Ya voy para cuatro meses de estar yendo constantemente al gimnasio. Efectivamente me siento más fuerte, tengo mejor condición y todo lo que ya había escrito en Historias de gimnasio S03-1. Sin embargo, he bajado ligeramente de medida de cintura, pierna y demás. Leyendo otro blog acerca de una corredora de nombre Araiz, me doy cuenta que, aunque el ejercicio ayuda mucho, es sólo una parte de todo el proceso de bienestar y salud. Lo que necesito también es llevar una dieta o más bien, cuidar lo que como. Le he dicho adiós ya a refrescos, postres, cerveza y bebidas alcohólicas en general. No para siempre porque, en el caso de las bebidas alcohólicas, tengo gusto por el vino, whiskey y ron. La cerveza, gracias a una dermatitis quedó a un lado hasta nuevo aviso 😦 a ver qué tal me va.

Referente al tema de esta entrada: “conversaciones de vestidores” voy a explayarme.

Obviamente desconozco las conversaciones en los vestidores de mujeres, en los de hombres creo que son muy estándar en cualquier vestidor de centros deportivos. Los he escuchado varias veces y a veces me espero un poco para disfrutar lo que dicen y para comprobar lo constante que estas conversaciones pueden ser.

El Saludo

Este generalmente es el trillado “¿Ya estuvo?” o simplemente un “¿Ya?

¿Pues que no es evidente? Si estás todo sudado jadeando y estás en el vestidor con tu maleta generalmente ya terminaste. A menos que hayas entrado a ver tu teléfono o a pasar al baño porque los de afuera están llenos. Si no estás sudado y estás hasta peinadito, pues no, no estuvo y es obvio que está llegando el sujeto al que es dirigido el saludo.

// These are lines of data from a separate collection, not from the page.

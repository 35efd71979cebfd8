import { useEffect, useRef } from 'react';
import type { Placement } from '../../../../shared/schemas/checkout.ts';
import type { MockupJob, MockupLook } from '../mockup-protocol.ts';
import { useMockup } from '../use-mockup.ts';

/**
 * A photo as placed in its engraving area, at a given screen size: the plain photo, or as it
 * will burn. Drawn by the mock-up worker from the same placement the engrave file uses.
 */
export function PlacedPhoto({ photo, placement, look, size, view, label, prep }: { photo: { previewUrl: string; previewWidth: number; width: number }; placement: Placement; look: MockupLook; size: { width: number; height: number }; view: 'photo' | 'burn'; label: string; prep?: Pick<MockupJob, 'tone' | 'sharpen' | 'autoLevelsClip' | 'cutout'> }) {
  const mockup = useMockup(photo);
  const canvas = useRef<HTMLCanvasElement>(null);
  useEffect(() => {
    if (mockup.ready) mockup.render({ size, placement, look, view, ...prep });
  }, [mockup.ready, JSON.stringify(placement), JSON.stringify(prep), JSON.stringify(look), size.width, size.height, view]); // eslint-disable-line react-hooks/exhaustive-deps
  useEffect(() => {
    const ctx = canvas.current?.getContext('2d');
    if (!ctx || !mockup.result) return;
    ctx.clearRect(0, 0, size.width, size.height);
    ctx.drawImage(mockup.result.image, 0, 0);
  }, [mockup.result, size.width, size.height]);
  return <canvas ref={canvas} width={size.width} height={size.height} role="img" aria-label={label} className="max-w-full" style={{ background: look.surfaceColour }} />;
}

Otros son “¡Qué milagro!“, “¡Ya era hora cabrón!“, “¿Qué te pico?

Estos saludos emanan de esas entidades que porque van varias veces a la semana – sea a hacer ejercicio o hacerse tontos socializando y no haciendo ejercicio – creen que todos los que van menos veces, necesitan ser objeto del burlón saludo. Da risa el ver que el saludo lo contestan, casi siempre, de manera emocional defendiendo su posición de por qué no han ido tantas veces como la entidad que les pica el amor propio.

Otros que vale la pena mencionar es: el saludo que quieras seguido de la palabra “Champ” o “Campeón”

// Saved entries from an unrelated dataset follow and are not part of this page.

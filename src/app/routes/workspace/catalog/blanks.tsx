import { useMemo, useState } from 'react';
import { Link, useNavigate } from 'react-router-dom';
import { useForm } from 'react-hook-form';
import { zodResolver } from '@hookform/resolvers/zod';
import { can } from '#shared/permissions.ts';
import { formatMoney } from '#shared/money.ts';
import { blankInputSchema, type BlankInput, type BlankView, type MaterialView } from '#shared/schemas/catalog.ts';
import { WithWorkspace } from '#src/app/layouts/workspace-layout.tsx';
import { Button } from '#src/components/ui/button.tsx';
import { DataTable, tableColumns, type DataColumn } from '#src/components/ui/data-table.tsx';
import { Dialog } from '#src/components/ui/dialog.tsx';
import { Notice } from '#src/components/ui/notice.tsx';
import { useToast } from '#src/components/ui/toast.tsx';
import { serverErrorOf, showServerError } from '#src/lib/form-errors.ts';
import { useBlanks, useCreateBlank, useMaterials } from '#src/features/catalog/api/catalog.ts';
import { BlankFields, blankDefaults, type BlankFormValues } from '#src/features/catalog/components/blank-fields.tsx';
import { CatalogFrame, QueryState } from '#src/features/catalog/components/catalog-frame.tsx';
import { StatusPill } from '#src/features/catalog/components/status-pill.tsx';
import { Swatch } from '#src/features/catalog/components/swatch.tsx';
import { SHAPE_LABELS, statusOptions } from '#src/features/catalog/labels.ts';

export function BlanksPage() {
  return (
    <WithWorkspace>
      {({ studio, role }) => <Blanks slug={studio.slug} currency={studio.currency} canEdit={can(role, 'catalog:write')} />}
    </WithWorkspace>
  );
}

const col = tableColumns<BlankView>();

function Blanks({ slug, currency, canEdit }: { slug: string; currency: string; canEdit: boolean }) {
  const blanks = useBlanks(slug);
  const materials = useMaterials(slug);
  const [creating, setCreating] = useState(false);

  const columns = useMemo<DataColumn<BlankView>[]>(
    () => [
      col.accessor('name', {
        header: 'Blank',
        cell: ({ row }) => {
          const blank = row.original;
          const photo = blank.photos[0];
          return (
            <Link
              to={`/studio/${slug}/catalog/blanks/${blank.id}`}
              className="flex items-center gap-3 font-semibold text-graphite-900 hover:underline"
            >
              {photo ? (
                <img src={photo.url} alt="" className="size-10 rounded-md object-cover" loading="lazy" />
              ) : (
                <Swatch surface={blank.material.surfaceColour} mark={blank.material.markColour} size="size-10" />
              )}
              {blank.name}
            </Link>
          );
        },
      }),
      col.accessor((b) => b.material.name, { id: 'material', header: 'Material' }),
      col.accessor('shape', { header: 'Shape', cell: ({ row }) => SHAPE_LABELS[row.original.shape] }),
      col.accessor('status', {
        header: 'Status',
        filterFn: 'equalsString',
        cell: ({ row }) => <StatusPill status={row.original.status} sizes={row.original.sizes.length} />,
      }),
      col.accessor((b) => b.sizes.length, { id: 'sizes', header: 'Sizes' }),
      col.accessor((b) => b.sizes[0]?.priceMinor ?? -1, {
        id: 'price',
        header: 'From',
        cell: ({ row }) =>
          row.original.sizes[0] ? formatMoney(row.original.sizes[0].priceMinor, currency) : <span className="text-graphite-400">—</span>,
      }),
      col.accessor('sortOrder', { header: 'Position' }),
    ],
    [slug, currency],
  );

  return (
    <CatalogFrame
      slug={slug}
      title="Blanks"
      canEdit={canEdit}
      actions={
        <Button onClick={() => setCreating(true)} disabled={!materials.data}>
          New blank
        </Button>
      }
    >
      <p className="max-w-3xl text-graphite-600">
        The pieces buyers choose from: each made of one material, in one or more sizes with their own price and stock.
      </p>
      <QueryState isPending={blanks.isPending} error={blanks.error} />
      {blanks.data && (
        <DataTable
          caption="Blanks"
          data={blanks.data.blanks}
          columns={columns}
          getRowId={(b) => b.id}
          searchLabel="Search blanks"
          filters={[{ columnId: 'status', label: 'Status', options: statusOptions }]}
          initialSorting={[{ id: 'sortOrder', desc: false }]}
          empty="No blanks yet. Add the first thing your studio sells."
        />
      )}
      {creating && materials.data && <NewBlankDialog slug={slug} materials={materials.data.materials} onClose={() => setCreating(false)} />}
    </CatalogFrame>
  );
}

function NewBlankDialog({ slug, materials, onClose }: { slug: string; materials: MaterialView[]; onClose(): void }) {
  const create = useCreateBlank(slug);
  const toast = useToast();
  const navigate = useNavigate();
  const form = useForm<BlankFormValues, unknown, BlankInput>({
    resolver: zodResolver(blankInputSchema),
    defaultValues: blankDefaults(materials),
  });
  const onSubmit = form.handleSubmit(async (input) => {
    try {
      const blank = await create.mutateAsync(input);
      toast.show(`${blank.name} created. Add its sizes and prices next.`, 'success');
      navigate(`/studio/${slug}/catalog/blanks/${blank.id}`);
    } catch (error) {
      showServerError(form, error);
    }
  });
  return (
    <Dialog
      open
      title="New blank"
      onClose={onClose}
      onSubmit={onSubmit}
      confirm={{ label: 'Create blank', busy: form.formState.isSubmitting }}
      wide
    >
      <div className="flex flex-col gap-4">
        {serverErrorOf(form) && <Notice tone="error">{serverErrorOf(form)}</Notice>}
        <BlankFields form={form} materials={materials} />
      </div>
    </Dialog>
  );
}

¿Qué onda campeón?, Hey chaaaamp, Campeón ¿cómo estás?, ¿Qué? ¿Ya estuvo campeón?

¿Se sentirán todos entrenadores, o coaches o sólo están sacando su reprimida paternidad con sus compañeros de vestidor? Personalmente no me gusta cuando me salen con esos sustantivos que les dan una impresión de falsa seguridad a quienes lo dicen… viejo, amigo, compadre, padrino, brother, champ, campeón… a menos que venga de un niño, amigo, compadre, ahijado, hermano o muy buen amigo respectivamente. Pero me da risa cuando llega alguien y saluda refiriéndose a su  “campeón” Como si el gimnasio fuera el lugar donde pueden usarlo sin verse mal. 😉

El tema de conversación

Este podría ser muy variado, pero los temas predominantes son:

El fútbol  ya sea el partido que acaba de ocurrir, el que va a ser o en su defecto, cuando los protagonistas de la conversación juegan en algún equipo. La conversación o va dirigida a ridiculizar al equipo que pierde o que a la siguiente le van a ganar al equipo que gana.

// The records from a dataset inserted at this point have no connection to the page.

import { resolve } from 'node:path';
import { dropDatabase, ensureDatabase } from '#server/db/database-admin.ts';
import { initOrm, migrate } from '#server/db/orm.ts';
import { seedDemo } from '#server/db/seed.ts';
import { HISTORY_WEEKS, seedDemoHistory } from '#server/db/demo-history.ts';
import { loadEnv } from '#server/env.ts';
import { createStorage, type Storage } from '#server/adapters/storage.ts';
import { log } from './run.ts';
import { startPostgres } from './postgres.ts';
import { startFake, type FakeName } from './fakes.ts';

/**
 * The local stack: every service the app needs, started in order and stopped in reverse.
 * `dev` is what `npm start` and `npm run dev` use; `test` runs beside it on other ports and other
 * data folders, so a test run never touches the demo data or clashes with a running app; `bench`
 * is `npm start`'s stack again on ports and data of its own, reseeded each run, for the load run.
 * New services (storage, payments, mail stand-ins) are added here, each with its stop function.
 */
export type StackMode = 'dev' | 'test' | 'bench';

export type Stack = {
  /** Environment for the app and the tests: connection URLs and keys of the running services. */
  env: Record<string, string>;
  /** One line per running service, for the start banner. */
  services: string[];
  stop(): Promise<void>;
};

const PORTS = {
  dev: { postgres: 54329, storage: 54380, payments: 54381, mailInbox: 54382, smtp: 54325 },
  test: { postgres: 54339, storage: 54390, payments: 54391, mailInbox: 54392, smtp: 54335 },
  bench: { postgres: 54349, storage: 54370, payments: 54371, mailInbox: 54372, smtp: 54345 },
} as const;

const FAKES: FakeName[] = ['storage', 'payments', 'mail'];

export const projectDir = resolve(import.meta.dirname, '../../..');

export async function startStack(mode: StackMode, { appUrl = 'http://127.0.0.1:3000' } = {}): Promise<Stack> {
  const stops: Array<{ name: string; stop: () => Promise<void> }> = [];
  let stopping: Promise<void> | undefined;
  // Idempotent: a signal and a crashed child may both ask to stop at once.
  const stop = () =>
    (stopping ??= (async () => {
      for (const service of stops.reverse()) {
        try {
          await service.stop();
        } catch (error) {
          log(`stopping ${service.name} failed: ${(error as Error).message}`);
        }
      }
    })());
  try {
    const postgres = await startPostgres({ projectDir, name: `pg-${mode}`, port: PORTS[mode].postgres, fast: mode === 'test' });
    stops.push({ name: 'postgres', stop: postgres.stop });
    const databaseUrl = postgres.url({ dev: 'etchwell', test: 'etchwell_test_template', bench: 'etchwell_bench' }[mode]);
    // Each test and load run starts from a fresh database: nothing from an earlier run can linger.
    if (mode !== 'dev') await dropDatabase(databaseUrl);
    await prepareDatabase(databaseUrl, { seed: mode !== 'test' });

    const ports = PORTS[mode];
    const stackEnv: Record<string, string> = {
      DATABASE_URL: databaseUrl,
      APP_URL: appUrl,
      S3_ENDPOINT: `http://127.0.0.1:${ports.storage}`,
      STRIPE_API_URL: `http://127.0.0.1:${ports.payments}`,
      SMTP_URL: `smtp://127.0.0.1:${ports.smtp}`,
    };
    // Keys come from the environment as the app reads it, so both sides always agree.
    const env = loadEnv({ ...process.env, ...stackEnv });
    const services = [`PostgreSQL              127.0.0.1:${postgres.port}`];
    for (const name of FAKES) {
      const fake = await startFake(name, env, {
        dataDir: resolve(projectDir, '.data', `fakes-${mode}`),
        mailInboxPort: ports.mailInbox,
        webhookUrl: mode === 'test' ? undefined : `${appUrl}/api/payments/webhook`,
        // Test and load runs keep the fakes' request lines out of their reports.
        logFile: mode === 'dev' ? undefined : resolve(projectDir, '.data', `fakes-${mode}.log`),
      });
      stops.push({ name: fake.name, stop: fake.stop });
      services.push(fake.describe);
    }
    // Browsers upload straight to the store: allow the app's origin (any loopback port in tests).
    const origins = { dev: [appUrl, 'http://127.0.0.1:5173'], bench: [appUrl], test: ['http://127.0.0.1:*', 'http://localhost:*'] }[mode];
    await createStorage(env).ensureBucket(origins);
    log(`fakes up: ${FAKES.join(', ')}; bucket ${env.S3_BUCKET} ready`);
    // Twelve weeks of demo orders for `npm start` (their photos go to storage, so after the fakes).
    if (mode === 'dev') await seedHistory(databaseUrl, createStorage(env));
    return { env: stackEnv, services, stop };
  } catch (error) {
    await stop();
    throw error;
  }
}

/** The demo studios' past orders, once: Today's charts and the order list then look lived in. */
async function seedHistory(databaseUrl: string, storage: Storage): Promise<void> {
  const orm = await initOrm(databaseUrl);
  try {
    const added = await seedDemoHistory(orm.em.fork(), storage);
    if (added) log(`demo history: ${added} order(s) over the last ${HISTORY_WEEKS} weeks`);
  } finally {
    await orm.close();
  }
}

/** Creates the database when missing, migrates it, and (for dev) seeds the demo scenario. */
async function prepareDatabase(databaseUrl: string, { seed }: { seed: boolean }): Promise<void> {
  if (await ensureDatabase(databaseUrl)) log(`created database ${new URL(databaseUrl).pathname.slice(1)}`);
  const orm = await initOrm(databaseUrl);
  try {
    await migrate(orm);
    log('migrations up to date');
    if (seed) log(`demo scenario: ${await seedDemo(orm.em.fork())} row(s) added`);
  } finally {
    await orm.close();
  }
}
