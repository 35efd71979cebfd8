import { spawn, type SpawnOptions } from 'node:child_process';

/** Runs a command to completion; rejects with its output when it fails. */
export function run(command: string, args: string[], options: SpawnOptions & { quiet?: boolean } = {}): Promise<string> {
  return new Promise((resolve, reject) => {
    const child = spawn(command, args, { ...options, stdio: ['ignore', 'pipe', 'pipe'] });
    let output = '';
    child.stdout?.on('data', (chunk: Buffer) => {
      output += chunk;
      if (!options.quiet) process.stdout.write(chunk);
    });
    child.stderr?.on('data', (chunk: Buffer) => {
      output += chunk;
      if (!options.quiet) process.stderr.write(chunk);
    });
    child.on('error', reject);
    child.on('close', (code) => {
      if (code === 0) resolve(output);
      else reject(new Error(`${command} ${args.join(' ')} exited with ${code}\n${output.slice(-4000)}`));
    });
  });
}

/** Runs a command with the terminal attached; resolves with its exit code. */
export function runAttached(command: string, args: string[], options: SpawnOptions = {}): Promise<number> {
  return new Promise((resolve, reject) => {
    const child = spawn(command, args, { stdio: 'inherit', ...options });
    child.on('error', reject);
    child.on('close', (code, signal) => resolve(code ?? (signal ? 1 : 0)));
  });
}

export function log(message: string): void {
  console.log(`[stack] ${message}`);
}
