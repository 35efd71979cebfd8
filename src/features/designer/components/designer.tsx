import { useState } from 'react';
import { useNavigate } from 'react-router-dom';
import { effectivePpi, largestFairOffered, verdictFor } from '#shared/imaging/photo-checks.ts';
import { orientedArea } from '#shared/imaging/sizing.ts';
import { formatMoney } from '#shared/money.ts';
import { storefrontPaths } from '#shared/routes.ts';
import type { StorefrontCatalog } from '#shared/schemas/catalog.ts';
import type { BuyerPhotoView } from '#shared/schemas/photos.ts';
import type { PublicStudio } from '#shared/studio.ts';
import { Button } from '#src/components/ui/button.tsx';
import { Notice } from '#src/components/ui/notice.tsx';
import { useToast } from '#src/components/ui/toast.tsx';
import { useCart } from '#src/features/cart/index.ts';
import { useSessionState } from '#src/lib/use-session-state.ts';
import { useFraming } from '../use-framing.ts';
import { DesignerStage, type View } from './designer-stage.tsx';
import { PhotoStep } from './photo-step.tsx';
import { PlacementStep } from './placement-step.tsx';
import { naturalOrientation, SizeStep, type Orientation } from './size-step.tsx';
import { WordsStep, type InscriptionDraft } from './words-step.tsx';

type Blank = StorefrontCatalog['blanks'][number];

/**
 * The storefront designer: the stage on one side, the steps on the other (size, photo,
 * placement, words, then quantity and the cart). It holds the buyer's choices; each step shows
 * and changes its own.
 */
export function Designer({ studio, blank }: { studio: PublicStudio; blank: Blank }) {
  const cart = useCart(studio.slug);
  const toast = useToast();
  const navigate = useNavigate();
  const available = blank.sizes.filter((s) => s.stock !== 'sold-out');
  // The design so far is kept for the tab, so a reload (or a slip of the thumb) loses nothing.
  const keepAs = `etchwell-design:${studio.slug}:${blank.id}`;
  const [sizeId, setSizeId] = useSessionState(`${keepAs}:size`, available[0]?.id ?? blank.sizes[0]?.id ?? '');
  const size = blank.sizes.find((s) => s.id === sizeId) ?? blank.sizes[0]!;
  const [orientation, setOrientation] = useSessionState<Orientation>(`${keepAs}:orientation`, naturalOrientation(size));
  const [view, setView] = useState<View>('burn');
  const [inscription, setInscription] = useState<InscriptionDraft>({ on: false, lines: [''], font: 'rounded', size: 0.07 });
  const [rights, setRights] = useState(false);
  const [lowConfirmed, setLowConfirmed] = useState(false);
  const [quantity, setQuantity] = useState(1);
  const [tried, setTried] = useState(false);

  const area = orientedArea(size, orientation);
  const framing = useFraming(area.widthMm / area.heightMm, keepAs);
  const { photo, placement } = framing;
  function choosePhoto(next: BuyerPhotoView) {
    framing.choose(next);
    setLowConfirmed(false);
  }

  const ppi = placement ? effectivePpi(placement.crop, area) : undefined;
  const verdict = ppi === undefined ? undefined : verdictFor(ppi);
  const fairer =
    placement && verdict === 'too-low'
      ? largestFairOffered(
          placement.crop,
          blank.sizes.map((s) => ({ ...orientedArea(s, orientation), label: s.label, id: s.id })),
        )
      : undefined;
  const refused = verdict === 'too-low' && studio.lowResolutionPolicy === 'refuse';
  const inscriptionLines = inscription.lines.filter((l) => l.trim());
  const problems = [
    !photo && 'Upload your photo.',
    photo && !rights && 'Confirm that you may use this photo.',
    verdict === 'too-low' && !refused && !lowConfirmed && 'Confirm the low resolution, or choose a smaller size.',
    refused && 'Choose a smaller size or a larger photo.',
    size.stock === 'sold-out' && 'This size is sold out.',
  ].filter(Boolean) as string[];

  function addToCart() {
    setTried(true);
    if (problems.length || !photo || !placement) return;
    cart.add({
      blankId: blank.id,
      sizeId: size.id,
      orientation,
      quantity,
      photoId: photo.id,
      placement,
      inscription:
        inscription.on && inscriptionLines.length ? { lines: inscriptionLines, font: inscription.font, size: inscription.size } : null,
      rightsConfirmed: true,
      lowResolutionConfirmed: verdict === 'too-low' && lowConfirmed,
      blankName: blank.name,
      sizeLabel: size.label,
      priceMinor: size.priceMinor,
      thumbUrl: photo.thumbUrl,
      verdict: verdict!,
    });
    toast.show(`${blank.name}, ${size.label} is in your cart.`, 'success');
    navigate(storefrontPaths.cart(studio.slug));
  }

  return (
    <section aria-labelledby="designer-title" className="grid grid-cols-[minmax(0,1fr)] gap-8 lg:grid-cols-[minmax(0,1fr)_minmax(0,26rem)]">
      <h2 id="designer-title" className="sr-only">
        Design your {blank.name}
      </h2>
      <DesignerStage
        blank={blank}
        units={studio.units}
        area={area}
        framing={framing}
        inscription={inscription}
        view={view}
        onView={setView}
      />

      <div className="flex min-w-0 flex-col gap-6">
        <SizeStep
          sizes={blank.sizes}
          size={size}
          orientation={orientation}
          onSize={(s) => {
            setSizeId(s.id);
            setOrientation(s.orientation === 'either' ? orientation : naturalOrientation(s));
          }}
          onOrientation={setOrientation}
        />
        <PhotoStep
          studioSlug={studio.slug}
          units={studio.units}
          area={area}
          photo={photo}
          check={ppi !== undefined && verdict ? { ppi, verdict, fairer, refused } : undefined}
          lowConfirmed={lowConfirmed}
          onLowConfirmed={setLowConfirmed}
          onPhoto={choosePhoto}
        />
        <PlacementStep framing={framing} />
        <WordsStep inscription={inscription} onChange={setInscription} />

        <div className="flex flex-col gap-3 border-t border-graphite-100 pt-4">
          <label className="flex items-start gap-2 text-sm">
            <input
              type="checkbox"
              checked={rights}
              onChange={(e) => setRights(e.target.checked)}
              className="mt-0.5 size-6 shrink-0 accent-[var(--color-accent)]"
            />
            I took this photo or have permission to use it.
          </label>
          {tried && photo && !rights && (
            <p id="rights-needed" role="alert" className="-mt-2 pl-8 text-sm font-semibold text-rust-600">
              Tick this to confirm you may use the photo.
            </p>
          )}
          <div className="flex flex-wrap items-end gap-3">
            <label className="flex w-24 flex-col gap-1 text-sm font-semibold">
              Quantity
              <input
                type="number"
                min={1}
                max={20}
                value={quantity}
                onChange={(e) => setQuantity(Math.min(20, Math.max(1, Number(e.target.value) || 1)))}
                className="h-10 rounded-lg border border-graphite-200 px-3 font-normal"
              />
            </label>
            <Button size="lg" className="min-w-48 flex-1" onClick={addToCart} disabled={size.stock === 'sold-out' || refused}>
              Add to cart · {formatMoney(size.priceMinor * quantity, studio.currency)}
            </Button>
          </div>
          {tried && problems.length > 0 && (
            <Notice tone="error">
              <ul className="list-disc pl-5">
                {problems.map((p) => (
                  <li key={p}>{p}</li>
                ))}
              </ul>
            </Notice>
          )}
        </div>
      </div>
    </section>
  );
}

“¡No mames güey! que madriza le pusimos al otro equipo” y pusimos en negrita porque la gente platica como si ellos hubieran estado en la cancha partiéndose la crisma jugando.

“¿Cómo viste el pavitos, felinos? El arbitraje fue una porquería.” Curiosamente casi nunca escucho que alguien habla calmo al referirse al fútbol. Sólo perciben injusticias cuando pierden y cuando ganan arrasan con el equipo perdedor en perfecta lid y sin injusticia alguna.

Las mujeres y la pachanga este tema es el clásico de los machos que se quieren sentir más machos; hablando en pelotas frente a sus interlocutores, presumiendo las “viejas” que conocieron y lo pedos que estaban. La conversación tiene un lado activo y otro pasivo. El activo es el que está contando cómo le fue en la pachanga. El pasivo es el que lo escucha y trata, en vano, de ponerse “al nivel” del activo.

– “… Ah sí, yo también he ido.” – “No güey, pero hubieras visto qué viejas y la más buena me estaba sonriendo. Generalmente está equis, pero esta vez estuvo de lujo cabrón.”

– “… a mí también me toco una vez que…” – “Cabrón! pero esta vez nos fuimos de ahí pedísimos y a su casa directito. O sea estuvo de huevos cabrón.”

… y así sigue la conversación… siempre el güey que no fue se perdió de la pachanga de su vida y el que sí fue tuvo la mejor de las suertes.

También salen a la conversación las mujeres que comparten piso mientras estas entidades se ejercitan.

“¿Viste quién estaba ahí? – “Sí la morena que se la pasa una hora corriendo como si la persiguiera un burro en brama. No mames cada vez está más buena.” – “Lástima que yo estaba terminando mi rutina; ahora que me la vuelva a encontrar la voy a abordar.”

El  vestidor es el mejor lugar para desahogar las frustraciones sobre mujeres o para presumir las conquistas, sean o no reales 😛

El trabajo que algunas veces suena como que la persona que habla fuera un magnate. Pocas veces escucho conversaciones normales de trabajo. En el gimnasio hay que sacar el estrés provocado por el trabajo. Y en los vestidores, hay que desahogar lo mucho que costó ganar esos miles de pesos.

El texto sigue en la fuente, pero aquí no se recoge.